Leishmaniasis for Dog Last updated: Jul 1, 2014

Synopsis

CAPC Recommends

  • Consider a diagnosis of leishmaniosis in any dogs with a travel history to an endemic area; dogs in North America are not known to be infected by sand fly vectors although direct transmission within the foxhound breed does occur.

  • Diagnose leishmaniosis based on clinical signs and antibody tests; diagnosis can be confirmed by identifying organisms in aspirates, biopsy samples, or touch preparations of affected tissues.

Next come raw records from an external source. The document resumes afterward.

def ensure_checkpoint(d: Path, layers: int) -> None:
    from moerun.files.ckpt_config import is_open_checkpoint
    from moerun.makers.synth_open import OpenShape, synthesize_open

    if d.is_dir() and is_open_checkpoint(d):
        cfg = json.loads((d / "config.json").read_text())
        if cfg.get("num_hidden_layers") == layers and cfg.get("hidden_size") == SHAPE["hidden"]:
            _bench.log(f"reusing {d}")
            return
    s = dict(SHAPE)
    mt = s.pop("model_type")
    shape = OpenShape(mt, layers=layers, experts=s["experts"], hidden=s["hidden"], expert_width=s["expert_width"],
                      top_k=s["top_k"], heads=s["heads"], kv_heads=s["kv_heads"], head_dim=s["head_dim"], vocab=s["vocab"],
                      context=s["context"])
    _bench.log(f"writing a {layers}-layer {mt} checkpoint of random BF16 weights to {d} ...")
    t0 = time.monotonic()
    doc = synthesize_open(d, shape, seed=0, shard_bytes=1 << 30, force=d.exists())
    _bench.log(f"  {doc['file_bytes'] / 1e9:.2f} GB in {len(doc['files'])} files, {time.monotonic() - t0:.0f} s")


def cap_for_quarter(d: str) -> tuple[int, int, dict]:
    from moerun.files.ckpt_store import open_store
    from moerun.runtime.budget import fixed_bytes, slot_bytes

    store = open_store(d)
    try:
        c = store.config
        dense, kv, scratch = fixed_bytes(c, store.dense_nbytes, store.codec.scratch_bytes())
        per = slot_bytes(store.expert_nbytes)
        quarter = c.n_layers * c.n_experts // 4
        info = {"layers": c.n_layers, "experts": c.n_experts, "top_k": c.top_k, "expert_bytes": store.expert_nbytes,
                "dense_f32_bytes": dense, "kv_bytes": kv, "scratch_bytes": scratch}
        return dense + kv + scratch + quarter * per, store.expert_nbytes, info
    finally:
        store.close()


def guess_precision(model, text: str, max_tokens: int) -> float | None:
    """Next-layer recall of top-k guesses (= precision, as many guesses as chosen experts) on a recorded trace."""
    import moerun
    from moerun.sim.prefetch import prefetch_recall

    with moerun.load(model) as eng:
        k = eng.config.top_k
        eng.start_trace(lookahead=1, n_guesses=k)
        ids = eng.tokenizer.encode(text)[: min(max_tokens, eng.config.max_seq_len)]
        eng.logits(ids)
        trace = eng.finish_trace()
    rows = [r for r in prefetch_recall(trace, max_guesses=k, max_lookahead=1) if r["guesses"] == k]
    return rows[0]["recall"] if rows else None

  • Treat leishmaniosis with sodium stibogluconate, but recognize that relapses are common and no drug is consistently curative.

Species

  • Leishmania infantum is the most common and important cause of canine leishmaniasis worldwide. Although referred to as canine leishmaniosis in most of the world, many in North America still use the historic form leishmaniasis; CAPC considers the two terms synonymous. Other Leishmania spp. reported from dogs include L. mexicana, L. donovani, and L. braziliensis. Leishmania spp. are also occasionally reported from cats. In areas where these parasites are endemic, cats are at risk of infection.

Overview of Life Cycle

  • The life cycle of Leishmania spp.  involves two hosts—a vertebrate (including rodents, canids, or humans) and an insect (sand fly). In regions where these infections are endemic, phlebotomine sand flies (genus Lutzomyia in the New World) are the vectors for transmission.
  • Although phlebotomine sand flies are present in eastern North America, vector-borne transmission of Leishmania spp. has not been confirmed in this region. Instead, transmission is thought to be maintained by direct vertical and horizontal transmission within the foxhound breed.

Stages

  • In mammalian hosts, Leishmania spp. occur as amastigotes (2 to 3 μm in diameter) solely within mononuclear phagocytes in the skin, bone marrow, and visceral organs.
  • Leishmania spp. occur as flagellated, extracellular promastigotes in the gut of sand fly vectors. Infection occurs when a feeding sand fly deposits metacyclic promastigotes into the dermis.

Disease

  • Infection does not invariably lead to illness. In fact, most infected dogs remain asymptomatic and may never develop clinical manifestations. In endemic regions, the prevalence of disease is often less than 10% and only about 1 in 5 infected dogs are considered likely to develop clinical disease.
  • The variable course of disease that occurs following infection is thought to be due to differences in the immune response of individual dogs. Certain breeds (e.g. German shepherd, Boxers, Cocker spaniels) are considered more likely to develop disease. In the United States, leishmaniasis is considered endemic in many foxhound kennels and is most commonly identified in this breed.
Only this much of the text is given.